▸ **Exercise brief**: Return verbatim the line containing "for key, value" together with all lines that follow it, through the end of the records.

###

"""Reference checks on site: what is read while a level is applied, kept, and set on a chart."""

from __future__ import annotations

import json
import sqlite3
from dataclasses import replace
from pathlib import Path

import numpy as np
import pytest

from monitor.core.errors import ConfigError
from monitor.core.flags import Flag
from monitor.core.readings import Batch
from monitor.core.rows import BlockRows, Event
from monitor.record.reader import Record
from monitor.record.types import ClockFix, Commit
from monitor.refchecks import KIND, checks_of, event_of, mean_of
from monitor.times import text_of
from tests.cli.command import Answer, run
from tests.record.making import CHANNELS, UTC0, S, raw, writer_of

REQUEST = {
    "do": KIND, "channel": "east", "at": "port", "applied_dbm": -30.0, "mean_dbm": -29.9,
    "lowest_dbm": -30.0, "highest_dbm": -29.8, "valid_s": 60.0, "from_utc": "", "to_utc": "",
    "count_table": "a" * 64, "note": "generator 3",
}  # fmt: skip


def blocks(
    first_s: int, dbm: list[float], *, covered_s: int = 10, flags: int = 0, channel: int = 0
) -> BlockRows:
    """One channel's blocks of ten seconds at these levels; the other channels are at -60 dBm."""
    n = len(dbm)
    start = np.repeat(first_s * S + 10 * S * np.arange(n), 3)
    level = np.full((n, 3), -60.0)
    level[:, channel] = dbm
    power = 1e-3 * 10 ** (level.ravel() / 10)
    covered = np.full(3 * n, covered_s * S)
    return BlockRows(
        start, np.tile(np.arange(3), n), power * covered, covered, covered, power * 0.99,
        power * 1.01, covered // S, np.full(3 * n, flags),
    )  # fmt: skip


def fill(
    path: Path, rows: BlockRows, *, table: str = "a" * 64, boot: str = "one",
    fixes: tuple[ClockFix, ...] = (ClockFix(0, UTC0, "test", 0),),
) -> None:  # fmt: skip
    """A run of the daemon's: its start, one reading at the end, and blocks."""
    writer = writer_of(path)
    number = writer.begin_boot(boot, "machine")
    at = int(rows.start_ns.min())
    hashes = {f"counts {name}": table for _, name, _, _ in CHANNELS}
    writer.commit(
        number,
        Commit(
            raw=last_reading(int(rows.start_ns.max()) + 9 * S), blocks=rows,
            events=(Event(at, "start", "daemon", hashes),),
            clock_fixes=fixes,
        ),
    )  # fmt: skip
    writer.close()


def last_reading(at_ns: int) -> Batch:
    """One reading at that time."""
    return replace(raw(at_ns / S, 1), times_ns=np.array([at_ns]), now_ns=at_ns)


@pytest.fixture
def record(tmp_path: Path) -> Path:
    path = tmp_path / "record.db"
    fill(path, blocks(0, [-50.0] * 6 + [-30.2, -30.2, -30.2, -30.0, -30.2, -30.4]))
    return path


def applied(capsys: pytest.CaptureFixture[str], record: Path, *more: object) -> Answer:
    asked = ["calibration", "applied", "--record", record, "--channel", "east", *more]
    return run(capsys, asked)


def test_power_is_averaged_over_the_newest_minute(
    capsys: pytest.CaptureFixture[str], record: Path
) -> None:
    found = applied(capsys, record, "--level", "-30 dBm", "--note", "generator 3", "--json")
    assert found.code == 0, found.err
    levels = np.array([-30.2, -30.2, -30.2, -30.0, -30.2, -30.4])
    mean_dbm = 10 * np.log10(np.mean(10 ** (levels / 10)))
    document = found.document
    assert document["mean_dbm"] == pytest.approx(mean_dbm, abs=1e-9)
    assert document["difference_db"] == pytest.approx(mean_dbm + 30, abs=1e-9)
    assert (document["from_utc"], document["to_utc"]) == (
        text_of(UTC0 + 60 * S), text_of(UTC0 + 120 * S),
    )  # fmt: skip
    assert (document["valid_s"], document["kept_by"]) == (60.0, "command")
    with Record.open(record) as held:
        (check,) = checks_of(held)
        (event,) = [event for event in held.events() if event.kind == KIND]
    assert check.difference_db == pytest.approx(mean_dbm + 30)
    assert (check.channel, check.at, check.note) == ("east", "port", "generator 3")
    assert check.count_table == "a" * 64
    assert event.boot_ns == 120 * S


def test_what_is_not_known_is_null(capsys: pytest.CaptureFixture[str], tmp_path: Path) -> None:
    """A boot whose UTC nothing told, and no note: the rule for every document, absent is null."""
    path = tmp_path / "record.db"
    fill(path, blocks(0, [-30.0] * 6), fixes=())
    document = applied(capsys, path, "--level", "-30dBm", "--json").document
    assert [document[key] for key in ("from_utc", "to_utc", "note")] == [None] * 3
    assert document["channel"] == "east"


def test_a_time_can_be_named(capsys: pytest.CaptureFixture[str], record: Path) -> None:
    span = ["--from", text_of(UTC0), "--to", text_of(UTC0 + 60 * S)]
    found = applied(capsys, record, "--level", "-50dBm", *span, "--at", "input")
    assert "-50.00 dBm applied at the chain's input, -50.00 dBm read" in found.out
    assert "difference +0.00 dB: kept" in found.out
    assert "not steady" not in found.out
    across = ["--from", text_of(UTC0), "--to", text_of(UTC0 + 120 * S)]
    assert "not steady" in applied(capsys, record, "--level", "-50dBm", *across).out


@pytest.mark.parametrize(
    ("more", "line"),
    [
        (["--level", "-30"], "write a level in dBm"),
        ([], "give --channel and --level, or --strike"),
        (["--level", "-30dBm", "--strike", "1"], "--strike goes with --note alone"),
        (["--level", "300dBm"], "write a level in dBm"),
        (["--level", "-30dBm", "--channel", "west"], "the record has east, north, up"),
        (["--level", "-30dBm", "--last", "400s"], "only 120 s of 400 s have readings"),
        (["--level", "-30dBm", "--from", "2031-01-01"], "--from and --to go together"),
        (["--level", "-30dBm", "--from", "2031-01-01", "--to", "2031-01-02"], "no block"),
        (["--level", "-30dBm", "--from", "2031-01-02", "--to", "2031-01-01"], "must be before"),
    ],
)
def test_what_cannot_be_compared_is_refused_and_nothing_is_kept(
    capsys: pytest.CaptureFixture[str], record: Path, more: list[str], line: str
) -> None:
    found = applied(capsys, record, *more)
    assert found.code == 2
    assert line in found.one_line
    with Record.open(record) as held:
        assert checks_of(held) == []


@pytest.mark.parametrize("flag", [Flag.BELOW_RANGE, Flag.ABOVE_RANGE, Flag.CLIPPED])
def test_a_level_outside_the_range_is_no_check(tmp_path: Path, flag: Flag) -> None:
    fill(tmp_path / "record.db", blocks(0, [-30.0] * 6, flags=int(flag)))
    with (
        Record.open(tmp_path / "record.db") as held,
        pytest.raises(ConfigError, match="apply a level within the range"),
    ):
        mean_of(held, "east", None, 60 * S)


def test_the_daemon_takes_only_what_can_be_kept() -> None:
    event = event_of(REQUEST, ["east"], 7)
    assert (event.boot_ns, event.kind, event.name) == (7, KIND, "east")
    assert event.body["difference_db"] == pytest.approx(0.1)
    assert event.body["text"] == "-30.00 dBm applied, read +0.10 dB otherwise; generator 3"
    wrong = [
        {"channel": "west"}, {"at": "nowhere"}, {"applied_dbm": "-30"}, {"mean_dbm": None},
        {"valid_s": True}, {"highest_dbm": float("inf")}, {"note": 3},
    ]  # fmt: skip
    for one in wrong:
        with pytest.raises(ConfigError):
            event_of(REQUEST | one, ["east"], 7)


def kept(path: Path, differences_db: list[float], *, table: str = "a" * 64) -> None:
    """Checks an hour apart."""
    writer = writer_of(path)
    boot = writer.begin_boot("one", "machine")
    with Record.open(path) as held:
        before = len(checks_of(held))
    for i, off_db in enumerate(differences_db, before):
        more = {
            "mean_dbm": -30.0 + off_db, "count_table": table,
            "from_utc": text_of(UTC0 + 3600 * S * i),
            "to_utc": text_of(UTC0 + (3600 * i + 60) * S),
        }  # fmt: skip
        writer.commit(boot, Commit(events=(event_of(REQUEST | more, ["east"], i * S),)))
    writer.close()


HAND = [0.10, 0.30, 0.20, 0.40, 0.20, 0.00, 0.20, 0.20]
"""Centre 0.20, sigma 0.139264: worked by hand in tests/core/test_control_chart.py."""


def charted(capsys: pytest.CaptureFixture[str], path: Path, *more: object) -> Answer:
    return run(capsys, ["calibration", "chart", "--record", path, *more])


def test_the_chart_has_lines_signs_and_words(
    capsys: pytest.CaptureFixture[str], record: Path
) -> None:
    kept(record, [*HAND, 0.5])
    found = charted(capsys, record)
    assert found.code == 0
    lines = found.out.splitlines()
    assert lines[0] == "SIMULATED: these figures are invented"
    assert "east, level applied at the detector's port" in lines[1]
    assert "  centre +0.200, sigma 0.139" in lines
    assert "  warning beyond -0.079 and +0.479" in lines
    assert "  action beyond -0.218 and +0.618" in lines
    assert lines[-1].endswith("WARNING, above")
    centre, low, high = "       o       ", "    !   :", ":   !"
    assert lines[-2] == f"     8 2023-11-15T05:14:20Z   +0.200  {low}{centre}{high}      within"
    assert lines[-1].split("Z")[1] == "   +0.500      !   :       |       :o  !      WARNING, above"
    kept(record, [-0.3])
    found = charted(capsys, record)
    assert found.code == 1
    assert any(line.endswith("ACTION, below") for line in found.out.splitlines())
    assert "The last check calls for action" in found.out
    (chart,) = charted(capsys, record, "--json").document["charts"]
    assert chart["centre_db"] == pytest.approx(0.2)
    assert chart["sigma_db"] == pytest.approx(0.139264, abs=5e-7)
    assert (chart["last"], chart["action"]) == ("beyond an action line", True)
    assert charted(capsys, record, "--channel", "north").code == 0
    kept(record, [0.2])
    assert charted(capsys, record).code == 0


def test_another_detector_table_is_another_chart(
    capsys: pytest.CaptureFixture[str], record: Path
) -> None:
    kept(record, [*HAND, 5.0])
    kept(record, [0.0, 0.1], table="b" * 64)
    (chart,) = charted(capsys, record, "--json").document["charts"]
    assert (len(chart["checks"]), chart["checks_on_other_tables"]) == (2, 9)
    assert chart["centre_db"] is None
    found = charted(capsys, record)
    assert found.code == 0
    assert "2 of the 8 checks that make the lines" in found.out
    assert "9 earlier checks rest on other detector tables" in found.out


def test_the_least_sigma_is_said_and_can_be_given(
    capsys: pytest.CaptureFixture[str], record: Path
) -> None:
    kept(record, [0.1] * 8 + [0.3])
    assert charted(capsys, record).code == 1  # 0.2 dB are four times the least of 0.05 dB
    assert "sigma 0.050, the least allowed" in charted(capsys, record).out
    assert charted(capsys, record, "--repeatability", "0.1").code == 0
    assert charted(capsys, record, "--repeatability", "0").code == 1


def test_without_checks_there_is_a_word(capsys: pytest.CaptureFixture[str], record: Path) -> None:
    assert "no reference check yet" in charted(capsys, record).out


@pytest.mark.parametrize(
    ("options", "words"),
    [
        (["--channel", "nowhere"], "channel 'nowhere': the record has east, north, up"),
        (["--repeatability", "nan"], "'nan' is not a number"),
    ],
)
def test_what_a_chart_cannot_be_asked(
    capsys: pytest.CaptureFixture[str], record: Path, options: list[str], words: str
) -> None:
    kept(record, HAND)
    found = charted(capsys, record, *options)
    assert (found.code, found.out) == (2, "")
    assert words in found.err


@pytest.mark.parametrize(
    "more",
    [{"applied_dbm": "loud"}, {"mean_dbm": float("nan")}, {"to_utc": "at noon"}, {"at": None}],
)
def test_a_check_in_the_record_that_is_none_is_one_line(
    capsys: pytest.CaptureFixture[str], record: Path, more: dict[str, object]
) -> None:
    body = {**event_of(REQUEST, ["east"], 5 * S).body, **more}
    body = {key: value for key, value in body.items() if value is not None}
    db = sqlite3.connect(record)
    values = (KIND, "east", json.dumps(body))
    db.execute(
        "INSERT INTO events (boot, boot_ns, kind, name, body) VALUES (1, 5, ?, ?, ?)", values
    )
    db.commit()
    db.close()
    found = charted(capsys, record)
    assert found.code == 3
    assert "a reference check in it cannot be read" in found.err
    assert found.err.count("\n") == 1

###

▸ **The answer**:
    body = {key: value for key, value in body.items() if value is not None}
    db = sqlite3.connect(record)
    values = (KIND, "east", json.dumps(body))
    db.execute(
        "INSERT INTO events (boot, boot_ns, kind, name, body) VALUES (1, 5, ?, ?, ?)", values
    )
    db.commit()
    db.close()
    found = charted(capsys, record)
    assert found.code == 3
    assert "a reference check in it cannot be read" in found.err
    assert found.err.count("\n") == 1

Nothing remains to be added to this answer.